It's been years since I have tasted a harvest supper in the Willow Valley, and it is a damn shame. Pushing my grocery cart through the crowded produce aisles in Portland, I jostle for position in front of a tower of tuscan kale. Stuffing a slender bunch of the dinosaur-skinned greens into a plastic bag, I wobble over to a basket of shallots. I fill a paper bag with those and move on to the next pyramid of produce. Mentally checking off the items on my list, I am soon swinging into the refrigerated section and beyond. Weaving my way along the linoleum path, until my cart is full enough to feed my family of five for the next week. At the check out, our family's diet parades, unceremoniously down the rubber mat, into the hands of a cashier. I have been shopping at this store for over two years and we still don't know each other's names, and she even has a name tag on. Sometimes there is banter, but mostly we share a congenial silence based on the fact that neither of us really wants to be there.
Later, I call my Ma and ask her for that recipe. The one she made the last time she was here. It was part of an amazing meal that we shared in the backyard with our neighbors. A Labor Day supper, that coincided with the end of my parents' visit, as well as the end of my son's summer vacation. Two eventualities that could have merited a can of beans and a fork, for the melancholy that accompanies them, but we decided to celebrate instead. Happy to be exempt from my kitchen duties, I watched as Ma sliced potatoes, thin and precise, then plopped the rounds into a cold water bath. A few days earlier, we had gone to Portland's big downtown farmer's market and stocked the larder. The potatoes were still dusty with dirt when we bought them from the farmer. My Pop chose the ones he knew would delight his grandchilden. The purple, pink and yellow fleshed tubers, were layered inside a casserole dish with heavy cream and butter, salt and pepper. We also bought lamb chops from a tent with bunches of fat shallots hanging from its poles.
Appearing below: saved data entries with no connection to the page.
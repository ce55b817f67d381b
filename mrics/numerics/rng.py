"""Random streams that depend on a seed and an identity, never on the order of execution."""

from __future__ import annotations

import hashlib

import numpy as np
from numpy.typing import NDArray


def stream(seed: int, *identity: object) -> np.random.Generator:
    """A PCG64 generator for one unit of work.

    Parameters
    ----------
    seed : int
        Non-negative study seed.
    *identity : object
        What the stream is for (strings and numbers, for example ``"noise", scan_hash, draw``);
        the text of each takes part, so that the same identity gives the same stream anywhere.
    """
    digest = hashlib.sha256("\x1f".join(str(part) for part in identity).encode()).digest()
    words = np.frombuffer(digest, dtype="<u4").tolist() if identity else []
    return np.random.Generator(np.random.PCG64(np.random.SeedSequence([int(seed), *words])))


def uniforms(generator: np.random.Generator, count: int) -> NDArray[np.float64]:
    """``count`` uniforms in [0, 1) from the raw 64-bit stream, equal on every machine."""
    raw = np.asarray(generator.bit_generator.random_raw(count), dtype=np.uint64)
    return (raw >> np.uint64(11)).astype(np.float64) * 2.0**-53
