"""Coverage of nominal 95 % intervals over 2,000 simulated studies."""

import numpy as np
import pytest

from mrics.quality import compare
from mrics.quality.confidence import estimate

STUDIES = 2000


def draws_of(generator, scans, kind):
    if kind == "normal":
        scan = generator.standard_normal((scans, 1))
    else:
        scan = generator.exponential(size=(scans, 1)) - 1.0
    return scan + 0.5 * generator.standard_normal((scans, 5))


def coverage(scans, kind):
    hits = 0
    for number in range(STUDIES):
        values = draws_of(np.random.default_rng([7, scans, number]), scans, kind)
        table = {i: dict(enumerate(row)) for i, row in enumerate(values)}
        interval = estimate(table, seed=number).interval()
        hits += interval.low <= 0.0 <= interval.high
    return hits / STUDIES


@pytest.mark.slow
@pytest.mark.parametrize("scans", [3, 5, 10, 20])
def test_normal_scans(scans):
    share = coverage(scans, "normal")
    print(f"normal, {scans} scans x 5 draws: {100 * share:.2f} %")
    assert 0.935 <= share <= 0.965


@pytest.mark.slow
@pytest.mark.parametrize("scans", [3, 5, 10, 20])
def test_paired_differences(scans):
    hits = 0
    for number in range(STUDIES):
        generator = np.random.default_rng([8, scans, number])
        shared = 3.0 * draws_of(generator, scans, "skewed")
        effect = 0.4 + draws_of(generator, scans, "normal")
        records = [
            [(i, j, 0, float(v)) for (i, j), v in np.ndenumerate(values)]
            for values in (shared + effect, shared)
        ]
        interval = compare(*records, seed=number).interval
        hits += interval.low <= 0.4 <= interval.high
    print(f"paired, {scans} scans x 5 draws: {100 * hits / STUDIES:.2f} %")
    assert 0.935 <= hits / STUDIES <= 0.965


@pytest.mark.slow
@pytest.mark.parametrize("scans", [3, 5, 10, 20])
def test_skewed_scans_are_reported(scans):
    """Exponential scan effects: with few scans no interval holds its level; the loss is bounded."""
    share = coverage(scans, "skewed")
    print(f"skewed, {scans} scans x 5 draws: {100 * share:.2f} %")
    assert share >= 0.87
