"""Ctrl-C while several processes compute: once keeps the units at work, twice ends them."""

import json
import os
import signal
import subprocess
import sys
import time
from pathlib import Path

import pytest
from small_study import PROTOCOL, write_small_study

sys.path.insert(0, str(Path(__file__).parents[1] / "cli"))
from test_operation import COMMAND, ENDLESS, environment, until

pytestmark = pytest.mark.slow


@pytest.mark.parametrize("times", [1, 2])
def test_a_pool_is_stopped(tmp_path: Path, times: int) -> None:
    text = PROTOCOL.replace("draws = 2", "draws = 60") if times == 1 else ENDLESS
    protocol = write_small_study(tmp_path, scans=1, protocol=text)
    out = tmp_path / "o"
    command = [*COMMAND, "run", str(protocol), "--out", str(out), "--workers", "2"]
    child = subprocess.Popen(
        command, stderr=subprocess.PIPE, text=True, env=environment(), start_new_session=True
    )
    until(child, " left ")
    # As a terminal does, to every process of the group.
    for _ in range(times):
        os.killpg(child.pid, signal.SIGINT)
        time.sleep(2)
    assert child.stderr is not None
    rest = child.stderr.read()
    child.stderr.close()
    assert child.wait() == 130, rest
    assert "Traceback" not in rest
    units = len(json.loads((out / "results.json").read_text())["units"])
    assert units >= 1
    assert not (out / "scratch").exists()
    # The helper of Python's pool ends by itself a moment later.
    for _ in range(100):
        left = subprocess.run(["pgrep", "-g", str(child.pid)], capture_output=True, text=True)
        if not left.stdout.strip():
            return
        time.sleep(0.1)
    pytest.fail(f"processes are left behind: {left.stdout}")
I stood off to the side and watched my parents haggle knowingly with the rancher, while wondering how many customers he had served that day. Compared to the vegetable stands, he had only a couple small coolers. Pop asked for enough to feed four big heads and two little ones, and walked away with enough meat to feed many more than that. A market slight that Ma may still be stewing about to this very day. As luck should have it, however, that lamb fed six big heads and two little ones, our entire Labor Day party. Sitting inside the twilight of new September, we picked up the bones with our fingers and enjoyed one of summertime's last improprieties. And then there was the kale. We had begun to tire of the crowded booths and our bags were full, so we headed toward the train that would take us home. When suddenly, my mother remembered that she wanted to make a dish with kale. She slipped into the crowd one more time and came out holding a bouquet of tuscan kale as big as my seven-month-old son. At home, she cooked it just as stealthily as she procured it. Come suppertime, each plate was awarded a pile of the dark green ribbons, topped with slivers of sizzled salami and shallot. That particular dish disappeared long before any of us had had our fill and I was ready to make it again.
The recipe is given with a chef's attention to detail and I stay with her until she starts talking about the dressing. I know how to make dressing, she already taught me that. Instead I start to imagine where she is, on the other end of the long telephone line. It is two hours later there and the sun is setting, the garden paths are slick with dew. Both of my parents have been working elsewhere all day, but now they are home and hungry. Pop gets sent out with a basket and a harvest list. Ma pulls a handful of shallots from the pantry. The stove is tucked into a dark corner of the kitchen, but soon it is humming with fire and light. The basket comes back from the garden dripping wet from the hose and laden with tuscan kale, peppers, beets, beans and basil. Always more than she bargained for, but perhaps she'll still send him back for something else. The kale gets julienned and blanched and set aside, then she fries the shallot in olive oil, followed by the salami. Pop sets down two place settings, while Ma transforms the drippings into dressing with honey and sherry vinegar. She will find a beautiful bowl. I can almost hear the chairs sliding across the wooden floor as they sit down to eat. The forks scraping across the plates and the harvest moon hanging low in the valley.